A secretária de imprensa da Casa Branca, Karoline Leavitt, apontou para o vazamento de esgoto nas redes sociais, postando: “Adicione isso à longa lista de razões pelas quais os democratas precisam levar a sério e financiar o Departamento de Segurança Interna”.

O derramamento foi causado por um cano de esgoto de 183 centímetros de diâmetro que desabou no mês passado, fazendo com que milhões de galões de águas residuais saíssem do solo e caíssem no rio.

DC Water diz que consertar o tubo após a ruptura de 19 de janeiro foi complicado.

Uma inspeção de vídeo do gasoduto no início deste mês revelou que o bloqueio dentro da linha de esgoto colapsada é “muito mais significativo” do que se pensava inicialmente. A agência disse que descobriu uma grande barragem rochosa a cerca de 9 metros da brecha na linha de esgoto, que requer tratamento antes que o atual vazamento possa ser resolvido.

O reparo de emergência deverá levar mais quatro a seis semanas. A obra abordará o reparo imediato do trecho danificado da tubulação e diversas outras questões, incluindo a restauração ambiental.

O Departamento de Energia e Meio Ambiente de Washington, DC afirma que a água potável permanece segura, mas instou as pessoas a evitarem contato desnecessário com a água do rio Potomac, evitarem a pesca e manterem os animais de estimação afastados.

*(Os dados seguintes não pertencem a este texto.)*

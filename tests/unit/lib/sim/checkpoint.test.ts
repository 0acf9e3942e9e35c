/**
 * Budget and cancellation inside every loop (lib/sim/checkpoint.ts): a caller's shouldStop that turns true after N
 * polls stops the run at that poll, part way through, with SimError "cancelled" — for the AC frequency loop, the DC
 * sweep, the transient's steps, the Newton iterations and the LU's ordering and factorisation. No timing here: the
 * wall-clock overrun of a large AC run under a budget is measured by `npm run bench -- engine` (case ac-budget).
 */
import { describe, expect, it } from "vitest";
import { isSimError, simulate, type Netlist } from "@/lib/sim";
import { StaticLU } from "@/lib/sim/sparse";

/** shouldStop that answers true from its n-th call on, counting its calls */
function stopAfter(n: number): { shouldStop: () => boolean; calls: () => number } {
  let k = 0;
  return { shouldStop: () => ++k >= n, calls: () => k };
}

function codeOf(fn: () => unknown): string {
  try {
    fn();
  } catch (e) {
    if (isSimError(e)) return e.code;
    throw e;
  }
  return "finished";
}

const rc: Netlist["elements"] = [
  { kind: "vsource", name: "V1", nodes: ["in", "gnd"], dc: 1, ac: 1 },
  { kind: "resistor", name: "R1", nodes: ["in", "out"], value: 1e3 },
  { kind: "capacitor", name: "C1", nodes: ["out", "gnd"], value: 1e-9 },
];

describe("checkpoint: shouldStop stops every analysis loop part way (SimError \"cancelled\")", () => {
  it("AC: polled every 8th frequency; stops at the 7th poll (frequency 49 of 201)", () => {
    const stop = stopAfter(7);
    const progress: number[] = [];
    const code = codeOf(() => simulate(
      { elements: rc, analysis: { kind: "ac", fStart: 1, fStop: 1e10, pointsPerDecade: 20 } }, // 201 frequencies
      { shouldStop: stop.shouldStop, onProgress: (f) => progress.push(f) },
    ));
    expect(code).toBe("cancelled");
    expect(stop.calls()).toBe(7); // frequencies 1, 9, …, 49 (the linear OP converges before its first poll)
    expect(Math.max(...progress)).toBeLessThan(0.25); // progress 31/201 was the last one reported
  });

  it("DC sweep: polled once per point; stops at the 10th of 1000 points", () => {
    const stop = stopAfter(10);
    const code = codeOf(() => simulate(
      { elements: rc, analysis: { kind: "dcsweep", source: "V1", from: 0, to: 1, points: 1000 } },
      { shouldStop: stop.shouldStop },
    ));
    expect(code).toBe("cancelled");
    expect(stop.calls()).toBe(10);
  });

  it("transient: polled every 8th step; stops at the 20th poll (step 153) of a 1000-step run", () => {
    const stop = stopAfter(20);
    const progress: number[] = [];
    const code = codeOf(() => simulate(
      { elements: rc, analysis: { kind: "tran", tStop: 1e-3, tStep: 1e-6 } },
      { shouldStop: stop.shouldStop, onProgress: (f) => progress.push(f) },
    ));
    expect(code).toBe("cancelled");
    expect(stop.calls()).toBe(20);
    expect(Math.max(...progress)).toBeLessThan(0.2); // stopped in the first fifth of the run
  });

  it("Newton: polled every 32 iterations of the analysis, also across continuation's many short Newton runs", () => {
    // three diodes from 100 V through 10 Ω with Newton capped at 4 iterations per solve: only the continuation
    // stages (damped Newton, gmin and source stepping) reach the answer, after well over 64 iterations in all
    const stop = stopAfter(2);
    const code = codeOf(() => simulate(
      {
        elements: [
          { kind: "vsource", name: "V1", nodes: ["a", "gnd"], dc: 100 },
          { kind: "resistor", name: "R1", nodes: ["a", "d1"], value: 10 },
          { kind: "diode", name: "D1", nodes: ["d1", "d2"] },
          { kind: "diode", name: "D2", nodes: ["d2", "d3"] },
          { kind: "diode", name: "D3", nodes: ["d3", "gnd"] },
        ],
        analysis: { kind: "op" },
        options: { maxNewton: 4 },
      },
      { shouldStop: stop.shouldStop },
    ));
    expect(code).toBe("cancelled");
    expect(stop.calls()).toBe(2);
  });

  it("LU: a long ordering and a long factorisation poll every 64 columns and stop where the poll throws", () => {
    // a 400-unknown tridiagonal matrix (a resistor ladder's), stored with the circuit's stride n + 1
    const n = 400, stride = n + 1;
    const structure = new Uint8Array(stride * stride);
    const a = new Float64Array(stride * stride);
    for (let i = 0; i < n; i++) {
      structure[i * stride + i] = 1; a[i * stride + i] = 2.5;
      if (i > 0) { structure[i * stride + i - 1] = 1; a[i * stride + i - 1] = -1; }
      if (i + 1 < n) { structure[i * stride + i + 1] = 1; a[i * stride + i + 1] = -1; }
    }
    const lu = new StaticLU(n, stride, structure);
    let polls = 0;
    lu.poll = () => { if (++polls === 3) throw new Error("stop"); };
    expect(() => lu.analyse(a)).toThrow("stop");
    expect(polls).toBe(3); // columns 63, 127 and 191 of the ordering: stopped part way
    expect(lu.analysed).toBe(false);
    lu.poll = null;
    expect(lu.analyse(a)).toBe(-1);
    polls = 0;
    lu.poll = () => { if (++polls === 2) throw new Error("stop"); };
    expect(() => lu.factor(a.slice())).toThrow("stop");
    expect(polls).toBe(2);
  });
});
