import { describe, expect, it } from "vitest";
import type { Netlist } from "@/lib/sim";
import { buildCircuit } from "@/lib/sim/compile";
import { parseNetlist } from "@/lib/sim/netlist";
import { solveDc } from "@/lib/sim/analysis/newton";
import { T300C, VT300, runOp } from "./helpers";

function solveWith(n: Netlist) {
  const c = buildCircuit(parseNetlist(n));
  c.deadline = performance.now() + 20_000;
  solveDc(c, "test");
  return c;
}

/** Bisection (common practice) for a monotone decreasing f on [lo, hi]. */
function bisect(f: (x: number) => number, lo: number, hi: number): number {
  for (let i = 0; i < 200; i++) {
    const mid = 0.5 * (lo + hi);
    if (f(mid) > 0) lo = mid; else hi = mid;
  }
  return 0.5 * (lo + hi);
}

describe("DC continuation when plain Newton–Raphson runs out of iterations", () => {
  // Newton is capped at 4 iterations per solve so that the fallbacks must carry the solution.
  const diodeString: Netlist = {
    temperature: T300C,
    elements: [
      { kind: "vsource", name: "V1", nodes: ["a", "0"], dc: 100 },
      { kind: "resistor", name: "R1", nodes: ["a", "d1"], value: 10 },
      { kind: "diode", name: "D1", nodes: ["d1", "d2"] },
      { kind: "diode", name: "D2", nodes: ["d2", "d3"] },
      { kind: "diode", name: "D3", nodes: ["d3", "0"] },
    ],
    analysis: { kind: "op" },
    options: { maxNewton: 4, reltol: 1e-6, gmin: 0 },
  };

  it("three diodes from 100 V through 10 Ω: solved by source stepping, matches I = (100 − 3·Vt·ln(1 + I/Is))/10", () => {
    const c = solveWith(diodeString);
    expect(c.dcMethod).toBe("source");
    // fixed point of the closed form (a contraction: dI'/dI = −3Vt/(10·I) ≪ 1)
    let i = 10;
    for (let k = 0; k < 100; k++) i = (100 - 3 * VT300 * Math.log1p(i / 1e-14)) / 10;
    const r = runOp(diodeString);
    expect(r.currents.D1).toBeCloseTo(i, 5);
    expect(r.nodes.d3).toBeCloseTo(VT300 * Math.log1p(i / 1e-14), 5);
  });

  it("with the default iteration budget the same circuit converges by plain Newton to the same answer", () => {
    const c = solveWith({ ...diodeString, options: { reltol: 1e-6, gmin: 0 } });
    expect(c.dcMethod).toBe("newton");
  });

  it("cross-coupled BJT latch (symmetric state): solved by gmin stepping, matches the bisection solution of its KCL", () => {
    const latch: Netlist = {
      temperature: T300C,
      elements: [
        { kind: "vsource", name: "V1", nodes: ["vcc", "0"], dc: 5 },
        { kind: "resistor", name: "R1", nodes: ["vcc", "c1"], value: 1000 },
        { kind: "resistor", name: "R2", nodes: ["vcc", "c2"], value: 1000 },
        { kind: "resistor", name: "R3", nodes: ["c1", "b2"], value: 10000 },
        { kind: "resistor", name: "R4", nodes: ["c2", "b1"], value: 10000 },
        { kind: "bjt", name: "Q1", nodes: ["c1", "b1", "0"] },
        { kind: "bjt", name: "Q2", nodes: ["c2", "b2", "0"] },
      ],
      analysis: { kind: "op" },
      options: { maxNewton: 4, gmin: 0 },
    };
    const c = solveWith(latch);
    expect(c.dcMethod).toBe("gmin");
    // Oracle: symmetric KCL with the transport equations (docs/references.md §1.2), Is = 1e-14, βF = 100, βR = 1.
    const is = 1e-14, vt = VT300;
    const ic = (vb: number, vc: number) => is * (Math.exp(vb / vt) - Math.exp((vb - vc) / vt)) - is * (Math.exp((vb - vc) / vt) - 1);
    const ib = (vb: number, vc: number) => (is / 100) * (Math.exp(vb / vt) - 1) + is * (Math.exp((vb - vc) / vt) - 1);
    const vcOf = (vb: number) => bisect((vc) => (5 - vc) / 1000 - ic(vb, vc) - (vc - vb) / 1e4, vb - 0.5, 5);
    const vb = bisect((v) => (vcOf(v) - v) / 1e4 - ib(v, vcOf(v)), 0, 1);
    const r = runOp(latch);
    expect(r.nodes.b1).toBeCloseTo(vb, 5);
    expect(r.nodes.c1).toBeCloseTo(vcOf(vb), 5);
  });

  it("op-amp + MOSFET sink into a high-voltage diode string: plain Newton cycles between the rails, the damped stage converges to the regulated point", () => {
    // Regulation closed form: the loop holds v(sense) = Vref − vout/Aol (op-amp with finite gain), so I ≈ Vref/Rs =
    // 1.5 A, and the square law gives VGS = Vth + √(I/K) (Shichman & Hodges 1968).
    const sink: Netlist = {
      elements: [
        { kind: "vsource", name: "VREF", nodes: ["ref", "0"], dc: 0.3 },
        { kind: "vsource", name: "VCC", nodes: ["vcc", "0"], dc: 12 },
        { kind: "opamp", name: "U1", nodes: ["ref", "inv", "oa", "vcc", "0"], model: { Aol: 2e5, GBW: 1e6, Rout: 40, slewRate: 5e5, swingHigh: 1.2, swingLow: 0.05, Iout: 0.025 } },
        { kind: "resistor", name: "RG", nodes: ["oa", "g"], value: 100 },
        { kind: "capacitor", name: "CC", nodes: ["oa", "inv"], value: 2.2e-9 },
        { kind: "resistor", name: "RFB", nodes: ["s", "inv"], value: 10e3 },
        { kind: "resistor", name: "RS", nodes: ["s", "0"], value: 0.2 },
        { kind: "mosfet", name: "M1", nodes: ["d", "g", "s"], model: { Vth: 3.5, K: 3, lambda: 0 } },
        { kind: "vsource", name: "VL", nodes: ["vl", "0"], dc: 48 },
        { kind: "diode", name: "DLED", nodes: ["vl", "k"], model: { Is: 5e-20, n: 26 } },
        { kind: "resistor", name: "RL", nodes: ["k", "d"], value: 6.8 },
      ],
      analysis: { kind: "op" },
      options: { reltol: 1e-6 },
    };
    const c = solveWith(sink);
    expect(c.dcMethod).toBe("damped");
    const r = runOp(sink);
    // finite gain: the gate draws no current, so the op-amp output equals its internal node and vd = v(g)/Aol
    expect(r.nodes.s).toBeCloseTo(0.3 - r.nodes.g / 2e5, 8);
    const i = r.nodes.s / 0.2;
    expect(r.currents.M1).toBeCloseTo(i, 7);
    expect(i).toBeCloseTo(1.5, 3);
    expect(r.nodes.g - r.nodes.s).toBeCloseTo(3.5 + Math.sqrt(i / 3), 6);
  });
});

Uma luta contínua entre Trump e Moore

O presidente e Moore, um democrata visto como potencial candidato presidencial em 2028, brigaram frequentemente desde o retorno de Trump à Casa Branca no ano passado.

Trump diz que está excluindo Moore e o governador democrata do Colorado, Jared Polis, de um jantar na Casa Branca para governadores marcado para sábado, enquanto os líderes estaduais se reúnem em Washington para a reunião da Associação Nacional de Governadores.

O presidente e seus assessores também criticaram Moore e outras autoridades de Maryland pela violência na maior cidade do estado, Baltimore, com Trump ameaçando enviar tropas da Guarda Nacional, como fez em outras partes do país.

Moore e outras autoridades democratas em Maryland rejeitaram o fato de que os homicídios em Baltimore atingiram mínimos históricos, com declínios sustentados a partir de 2023, e disseram que o estado não precisava de tropas da Guarda Nacional.

A administração Trump também questionou Moore sobre “práticas de contratação de DEI” e “custos crescentes do projeto” para a reconstrução da ponte Francis Scott Key de Baltimore. A ponte crucial desabou em março de 2024, depois que um enorme navio porta-contêineres colidiu com ela.

O presidente disse aos repórteres que sua insatisfação com a forma como Moore lidou com a reconstrução da ponte e o vazamento de esgoto é o motivo pelo qual ele não o incluiu no jantar dos governadores na Casa Branca no próximo fim de semana.

“Ele não consegue consertar nada”, disse Trump aos repórteres enquanto voltava de sua casa na Flórida para Washington na noite de segunda-feira.

Moussa, o porta-voz do governador, disse que Maryland está pronto para trabalhar com autoridades federais.

“O Potomac não é um ponto de discussão e o povo da região merece uma liderança séria que vá ao encontro do momento”, disse Moussa.